Detail the process of key exchange in end-to-end encryption, including the steps and security considerations involved to prevent man-in-the-middle attacks.
Key exchange is a crucial process in end-to-end encryption (E2EE), as it establishes a shared secret key between communicating parties over an insecure channel, which is then used for encrypting the actual message content. The primary goal is to achieve this without exposing the shared secret key to eavesdroppers, especially those who might be conducting a man-in-the-middle (MitM) attack. While there are various methods for key exchange, the Diffie-Hellman (DH) key exchange, and its variants, are most commonly used in modern E2EE systems. Let’s outline a general process and the related security considerations.
The traditional DH key exchange can be described with two participants, Alice and Bob. First, both Alice and Bob agree on a publicly known large prime number ‘p’ and a generator ‘g’, often predetermined by the underlying protocol, such as the Signal Protocol. These values are public and can be known by an attacker without impacting security. Next, both generate random private keys; Alice generates a private key ‘a’, and Bob generates a private key ‘b’. These keys are kept secret. Alice computes her public key ‘A’ by raising the generator to the power of her private key mod ‘p’, represented as ‘A = g^a mod p’. Similarly, Bob calculates his public key ‘B’ as ‘B = g^b mod p’. Crucially, both parties use their private key in this calculation. Then they exchange their public keys with each other over the insecure channel. Alice sends her public key ‘A’ to Bob and Bob sends his public key ‘B’ to Alice. Although these keys travel through an unsecure medium where a MitM attacker might intercept them, security is maintained because it is extremely difficult to obtain a user’s private key from their public key. Once Alice receives Bob's public key ‘B’, she computes the shared secret key ‘s’ by raising Bob's public key ‘B’ to the power of her own private key ‘a’, mod ‘p’, i.e ‘s = B^a mod p’. Bob does a similar operation with Alice’s public key and his own private key resulting in ‘s = A^b mod p’. Because (g^a)^b mod p is equivalent to (g^b)^a mod p, both Alice and Bob independently arrive at the same shared secret key 's' without actually transmitting the secret key. They now have a shared secret to use as the symmetric key for encrypting messages through an end-to-end encrypted channel.

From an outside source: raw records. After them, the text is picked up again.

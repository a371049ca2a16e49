import { greater, lesser } from "./groups.ts";
import type { CellTable, JointTable, ScoreTable } from "./types.ts";

/** Units without a row stand for zeros: measured against 0 they add nothing to a sum, and count in n and in the ends. */

/** The cells with every unit in every group: those that had no row there count as zeros. */
export function withZeros(table: CellTable, units: readonly number[], groups: number): CellTable {
  const { places, n, row } = filled(table, units, groups);
  const whole = (column: readonly bigint[]) => places.map((place) => row(column, place) ?? 0n);
  const end = (column: readonly bigint[], pick: (a: bigint, b: bigint) => bigint) =>
    places.map((place, i) => {
      const own = row(column, place);
      return own === null ? 0n : (n[i] ?? 0) > (row(table.n, place) ?? 0) ? pick(own, 0n) : own;
    });
  return {
    pivot: table.pivot,
    scale: table.scale,
    variant: places.map(({ variant }) => variant),
    bucket: places.map(({ group }) => group),
    n,
    high1: whole(table.high1),
    high2: whole(table.high2),
    high3: whole(table.high3),
    high4: whole(table.high4),
    low1: whole(table.low1),
    low2: whole(table.low2),
    low3: whole(table.low3),
    low4: whole(table.low4),
    total: whole(table.total),
    smallest: end(table.smallest, lesser),
    largest: end(table.largest, greater),
  };
}

export function pairsWithZeros(table: JointTable, units: readonly number[], groups: number): JointTable {
  const { places, n, row } = filled(table, units, groups);
  const whole = (column: readonly bigint[]) => places.map((place) => row(column, place) ?? 0n);
  return {
    pivots: table.pivots,
    scales: table.scales,
    variant: places.map(({ variant }) => variant),
    bucket: places.map(({ group }) => group),
    n,
    high10: whole(table.high10),
    high01: whole(table.high01),
    high20: whole(table.high20),
    high11: whole(table.high11),
    high02: whole(table.high02),
    low10: whole(table.low10),
    low01: whole(table.low01),
    low20: whole(table.low20),
    low11: whole(table.low11),
    low02: whole(table.low02),
    totalY: whole(table.totalY),
    totalX: whole(table.totalX),
  };
}

/** The same of doubles; an arm without any score has none, for then it has no ratio on some day. */
export function scoresWithZeros(table: ScoreTable, units: readonly number[]): ScoreTable {
  const n = table.variant.map((variant) => units[variant] ?? 0);
  const isShort = (i: number) => (n[i] ?? 0) > (table.n[i] ?? 0);
  return {
    ...table,
    n,
    smallest: table.smallest.map((end, i) => (isShort(i) ? Math.min(end, 0) : end)),
    largest: table.largest.map((end, i) => (isShort(i) ? Math.max(end, 0) : end)),
  };
}

interface Place {
  readonly variant: number;
  readonly group: number;
}

/** Every variant that has units in every group, how many they are, and what a column holds there. */
function filled(table: CellTable | JointTable, units: readonly number[], groups: number) {
  const found = new Map(table.n.map((_, i) => [`${table.variant[i]}/${table.bucket[i]}`, i]));
  const places = units.flatMap((n, variant) =>
    n === 0 ? [] : Array.from({ length: groups }, (_, group): Place => ({ variant, group })),
  );
  const row = <T>(column: readonly T[], { variant, group }: Place): T | null => {
    const place = found.get(`${variant}/${group}`);
    return place === undefined ? null : (column[place] ?? null);
  };
  return { places, row, n: places.map(({ variant }) => units[variant] ?? 0) };
}
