/** A day's worth of one source's rows: how many, the first and the last. */
export interface TimeBin {
  readonly source: number;
  readonly rows: number;
  readonly firstUs: bigint;
  readonly lastUs: bigint;
  /** Whether some metric's `of` or `per` matches a row of it. */
  readonly counted: boolean;
}

const LONGEST_GAP_US = 7n * 86_400_000_000n;

/**
 * The log's end (DESIGN 4, rule 7): the earliest end of a source's span, over the sources that hold a row that some metric
 * counts (all, if none does). A span is the run of rows without a gap of more than 7 days that holds most rows; of runs
 * with equally many the later.
 *
 * @param bins of each source in order of time
 * @returns null without rows
 */
export function logEnd(bins: readonly TimeBin[]): bigint | null {
  const sources = [...new Set(bins.map((bin) => bin.source))].map((source) => {
    const own = bins.filter((bin) => bin.source === source);
    return { end: spanEnd(own), counted: own.some((bin) => bin.counted) };
  });
  const counting = sources.filter((source) => source.counted);
  const ends = (counting.length > 0 ? counting : sources).map((source) => source.end);
  const [earliest = null] = [...ends].sort((a, b) => (a < b ? -1 : a > b ? 1 : 0));
  return earliest;
}

function spanEnd(bins: readonly TimeBin[]): bigint {
  const runs: { rows: number; lastUs: bigint }[] = [];
  for (const bin of bins) {
    const run = runs.at(-1);
    if (run === undefined || bin.firstUs - run.lastUs > LONGEST_GAP_US) {
      runs.push({ rows: bin.rows, lastUs: bin.lastUs });
    } else {
      run.rows += bin.rows;
      run.lastUs = bin.lastUs;
    }
  }
  const longest = runs.reduce((a, b) => (b.rows >= a.rows ? b : a));
  return longest.lastUs;
}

While the DH key exchange effectively allows two parties to agree on a shared secret over an insecure channel, it is vulnerable to MitM attacks, where a malicious third party intercepts communications, posing as each of the parties. In a MitM attack, the attacker, let's call her Mallory, would intercept Alice’s public key ‘A’ sent to Bob and send her own public key ‘M’ to Bob instead. Likewise, Mallory would intercept Bob's public key 'B' being sent to Alice and would send her own public key ‘M’ to Alice instead. Then Mallory creates two shared secret keys: one with Alice using Mallory's private key and Alice’s public key, and one with Bob using Mallory's private key and Bob’s public key. Consequently, Alice and Bob believe they are communicating directly, but Mallory is decrypting the communications between them and re-encrypting them to the other party, allowing her to eavesdrop on and manipulate the communication.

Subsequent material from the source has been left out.